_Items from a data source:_
@pytest.mark.reference
def test_knndm_uniform_training_matches_random_kfold():
    """DERIVED (Linnenbrink et al. 2024, kNNDM CV, Geosci. Model Dev. 17, 5897-5912): with training points
    sampled uniformly over the prediction area, kNNDM's configuration has W close to random k-fold's."""
    rng = np.random.default_rng(2)
    xy = rng.uniform(0, 10_000, (300, 2))
    pred = rng.uniform(0, 10_000, (2000, 2))
    w_random, _ = random_kfold_w(xy, pred, 5)
    res = knndm_folds(xy, pred, 5, random_if_not_clustered=False, n_candidates=40, random_state=0)
    assert res.W <= 1.25 * w_random
    assert np.isfinite(res.candidates["W"]).any()
    # Training on a regular grid is more dispersed than the prediction task (LOO distance = spacing,
    # prediction distances <= spacing / sqrt 2), so the one-sided KS test finds no clustering and random
    # k-fold is returned.
    g = np.arange(250.0, 10_000, 500.0)
    grid = np.column_stack([a.ravel() for a in np.meshgrid(g, g)])
    shortcut = knndm_folds(grid, pred, 5, random_state=0)
    assert shortcut.method == "random" and shortcut.n_clusters is None


@pytest.mark.reference
def test_knndm_clustered_training_gives_longer_cv_distances():
    """Linnenbrink et al. (2024), kNNDM CV: for clustered training data and a uniform prediction area, kNNDM
    folds raise test-to-train distances towards the prediction-to-train distances (smaller W than random)."""
    xy = clustered_points()
    pred = np.random.default_rng(5).uniform(0, 10_000, (2000, 2))
    w_random, d_random = random_kfold_w(xy, pred, 5)
    res = knndm_folds(xy, pred, 5, random_state=0, n_candidates=40)
    assert res.method == "hierarchical"
    assert np.median(res.cv_distances) > 3 * np.median(d_random)
    assert res.W < 0.5 * w_random
    assert np.bincount(res.folds).max() <= 0.5 * len(xy)
    km = knndm_folds(xy, pred, 5, clustering="kmeans", random_state=0, n_candidates=15)
    assert km.W < w_random


@pytest.mark.reference
def test_nndm_moves_loo_towards_prediction_distances():
    """Milà et al. (2022), NNDM LOO CV (Methods Ecol. Evol. 13, 1304-1316): exclusion radii grow so the CV
    NN-distance ECDF approaches the prediction ECDF, keeping > min_train of the data for training."""
    xy = clustered_points(per=15)
    pred = np.random.default_rng(5).uniform(0, 10_000, (1500, 2))
    res = nndm_train_sets(xy, pred)
    assert res.W < 0.5 * res.W_loo
    d = cdist(xy, xy)
    np.fill_diagonal(d, np.inf)
    assert (res.radius >= d.min(axis=1)).all()
    assert ((d >= res.radius[:, None]).sum(axis=1) > 0.5 * len(xy) - 1).all()
    assert np.mean(res.radius > d.min(axis=1)) > 0.5  # most clustered points lose their near neighbours
    # Uniform training data: LOO distances already follow the prediction distances, so few radii grow.
    u = np.random.default_rng(6).uniform(0, 10_000, (120, 2))
    du = cdist(u, u)
    np.fill_diagonal(du, np.inf)
    assert np.mean(nndm_train_sets(u, pred).radius > du.min(axis=1)) < 0.25


def test_nndm_splitter_uses_plots_and_guards_size():
    s = make_samples(30)
    X, y, g, xy = arrays(s)
    pred = np.random.default_rng(0).uniform(0, 10_000, (300, 2))
    cv = NNDM(pred, coords=xy)
    assert cv.get_n_splits(X, y, g) == 30
    check_splitter_invariants(cv, X, y, g, xy)
    with pytest.raises(BudgetError, match="max_points"):
        list(NNDM(pred, coords=xy, max_points=10).split(X, y))


def test_knndm_splitter_in_cross_val_predict():
    s = make_samples(40)
    X, y, g, xy = arrays(s)
    pred = np.random.default_rng(0).uniform(0, 10_000, (500, 2))
    cv = KNNDM(pred, n_splits=4, coords=xy, random_state=0, n_candidates=20)
    check_splitter_invariants(cv, X, y, g, xy)
    out = cross_val_predict(RandomForestClassifier(n_estimators=5, random_state=0), X, y, groups=g, cv=cv)
    assert out.shape == y.shape


# --------------------------------------------------------------------------- diagnostics and figures
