def upsample(a: np.ndarray, factor: float, shape: tuple[int, int]) -> np.ndarray:
    """Bilinear upsampling by ``factor`` with pixel-centre alignment, cropped to ``shape``."""
    if factor == 1:
        return a[: shape[0], : shape[1]]
    return ndi.zoom(a, factor, order=1, grid_mode=True, mode="nearest")[: shape[0], : shape[1]]


def smooth_noise(rng: np.random.Generator, shape: tuple[int, int], wavelength: float,
                 aspect: float = 1.0) -> np.ndarray:
    """Unit-variance smooth Gaussian field (float32) with features about ``wavelength`` pixels across.

    White noise is smoothed on a grid with one node per eighth of a wavelength
    and upsampled, which keeps large fields cheap.  ``aspect`` > 1 stretches
    the features along x (wind streaks, cirrus bands).
    """
    step = max(wavelength / 8.0, 1.0)
    ch, cw = int(math.ceil(shape[0] / step)) + 2, int(math.ceil(shape[1] / step)) + 2
    sigma = 2.0 if step > 1.0 else max(wavelength / 4.0, 0.5)
    coarse = ndi.gaussian_filter(rng.standard_normal((ch, cw), dtype=np.float32), (sigma, sigma * aspect))
    coarse = (coarse - coarse.mean()) / max(float(coarse.std()), 1e-6)
    return upsample(coarse.astype(np.float32), step, shape)


def smoothstep(x, lo: float, hi: float):
    """0 below ``lo``, 1 above ``hi``, a smooth cubic ramp between."""
    t = np.clip((x - lo) / (hi - lo), 0.0, 1.0)
    return t * t * (3.0 - 2.0 * t)

# -- dates and the hydrological year ----------------------------------------------------------------


def optical_dates(n: int) -> list[dt.date]:
    """``n`` dates from late April to late September, snapped to a 5-day revisit cycle."""
    first, last = dt.date(YEAR, 4, 22), dt.date(YEAR, 9, 25)
    span = (last - first).days
    days = np.round(np.linspace(0, span, n) / 5.0) * 5 if n > 1 else np.array([span / 2 // 5 * 5])
    return [first + dt.timedelta(days=int(d)) for d in days]


def sar_dates(n: int) -> list[tuple[dt.date, str]]:
    """``n`` acquisitions every 12 days (every 6 days beyond 18) from early April, orbits alternating."""
    step = 12 if n <= 18 else 6
    first = dt.date(YEAR, 4, 3)
    orbits = ("ascending", "descending")
    return [(first + dt.timedelta(days=step * i), orbits[i % 2]) for i in range(n)]


def day_of_year(date: dt.date) -> int:
    return date.timetuple().tm_yday


def water_level(doy: float) -> float:
    """Relative water table, 1 after snowmelt in April, lowest in late August, recovering in autumn."""
    return float(np.interp(doy, (90, 120, 160, 235, 305), (1.0, 1.0, 0.65, 0.0, 0.35)))


def flood_threshold(doy: float) -> float:
    """Wetness above which a floodable pixel carries standing water on ``doy``."""
    return 0.93 - 0.42 * water_level(doy)


def greenness(doy: float) -> np.ndarray:
    """Green fraction of every cover on ``doy`` (double logistic: green-up, senescence)."""
    out = np.empty(len(COVERS), np.float32)
    for i, c in enumerate(COVERS):
        gmin, gmax, sos, eos = c.g
        rise = 1.0 / (1.0 + np.exp(-(doy - sos) / 8.0))
        fall = 1.0 / (1.0 + np.exp(-(doy - eos) / 10.0))
        out[i] = gmin + (gmax - gmin) * rise * (1.0 - fall)
    return out


# -- per-pixel fields ---------------------------------------------------------------------------------


@dataclass(frozen=True)
class Fields:
    """Fine-grid fields shared by every date (full arrays or one block of rows of them)."""

    cover: np.ndarray  # uint8 index into COVERS
    mix: np.ndarray  # float32 0..0.5, share of the transitional partner cover (PARTNER[cover]) in the pixel
    vig: np.ndarray  # float32, unit-variance smooth field: canopy vigour
    brt: np.ndarray  # float32, unit-variance smooth field: background brightness, turbidity, roughness
    wet: np.ndarray  # float32 0..1 wetness
    illum_asc: np.ndarray  # float32 dB, terrain illumination for the ascending look
    illum_desc: np.ndarray

    def rows(self, r0: int, r1: int) -> Fields:
        return Fields(*(getattr(self, f)[r0:r1] for f in self.__dataclass_fields__))


def terrain_illumination_db(
    dzdx: np.ndarray, dzdy: np.ndarray, *, look_azimuth_deg: float, incidence_deg: float = 38.0
) -> np.ndarray:
    """Backscatter change in dB from local incidence on tilted ground, clipped to +-4 dB.

    ``dzdy`` is the gradient towards north.  The ratio cos(local incidence) /
    cos(nominal incidence) is a first-order radiometric slope effect.
    """
    az, th = np.deg2rad(look_azimuth_deg), np.deg2rad(incidence_deg)
    look = np.array([np.sin(th) * np.sin(az), np.sin(th) * np.cos(az), -np.cos(th)], np.float32)
    norm = np.sqrt(dzdx * dzdx + dzdy * dzdy + 1.0)
    cos_loc = (look[0] * dzdx + look[1] * dzdy - look[2]) / norm
    ratio = np.maximum(cos_loc, 0.05) / np.cos(th)
    return np.clip(10.0 * np.log10(ratio), -4.0, 4.0).astype(np.float32)


def _covers(rng: np.random.Generator, truth: np.ndarray, slope: np.ndarray, nominal_px: float) -> np.ndarray:
    """Cover types inside each class: upland forest, grass and crops by land use; treed and open wetland."""
    lu = smooth_noise(rng, truth.shape, 800.0 / nominal_px)
    ci = COVER_INDEX
    cover = np.full(truth.shape, ci["upland_deciduous"], np.uint8)
    upland = truth <= 1
    cover[upland & (lu < -0.45)] = ci["upland_conifer"]
    cover[upland & (lu > 0.5)] = ci["upland_grass"]
    cover[upland & (lu > 0.9) & (slope < 3.0)] = ci["upland_crop"]  # crops on gentle ground
    lu = smooth_noise(rng, truth.shape, 300.0 / nominal_px)
    for code, simple in ((2, "open_water"), (3, "marsh"), (5, "fen")):
        cover[truth == code] = ci[simple]
    cover[(truth == 4) & (lu < 0.25)] = ci["swamp_conifer"]
    cover[(truth == 4) & (lu >= 0.25)] = ci["swamp_deciduous"]
    cover[(truth == 6) & (lu > 0.7)] = ci["bog_treed"]
    cover[(truth == 6) & (lu <= 0.7)] = ci["bog_open"]
    return cover


def pixel_fields(rng: np.random.Generator, truth: np.ndarray, *, slope: np.ndarray, hand: np.ndarray,
                 dem: np.ndarray, pixel_size: float, nominal_px: float) -> Fields:
    """Cover types and the smooth per-pixel fields that drive the optical and SAR models.

    ``truth`` holds class codes 1..6; ``slope`` (degrees) and ``hand`` (height
    above the nearest stream, m) shape land use and wetness; ``nominal_px`` is
    the nominal length of one pixel in metres (landform scale).
    """
    cover = _covers(rng, truth, slope, nominal_px)
    mix = (0.5 * smoothstep(smooth_noise(rng, truth.shape, 250.0 / nominal_px), 0.0, 1.6)).astype(np.float32)
    vig = smooth_noise(rng, truth.shape, max(120.0 / nominal_px, 2.0))
    brt = smooth_noise(rng, truth.shape, 350.0 / nominal_px)
    wet = WET_BASE[cover] - 0.06 * np.minimum(hand, 8.0)
    wet += 0.12 * smooth_noise(rng, truth.shape, 150.0 / nominal_px)
    gy, gx = np.gradient(dem, pixel_size)
    asc = terrain_illumination_db(gx, -gy, look_azimuth_deg=78.0)  # right-looking: east on ascending passes
    desc = terrain_illumination_db(gx, -gy, look_azimuth_deg=282.0)
    return Fields(cover, mix, vig, brt, np.clip(wet, 0.0, 1.0).astype(np.float32), asc, desc)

_Prompt:_
Of the lines above, extract only those from the line with "uniform prediction area, kNNDM" to the line with "pred = np.random.default_rng(5).uniform(0, 10_000, (2000, 2))", both included, exactly as written.

_Answer area:_
    """Linnenbrink et al. (2024), kNNDM CV: for clustered training data and a uniform prediction area, kNNDM
    folds raise test-to-train distances towards the prediction-to-train distances (smaller W than random)."""
    xy = clustered_points()
    pred = np.random.default_rng(5).uniform(0, 10_000, (2000, 2))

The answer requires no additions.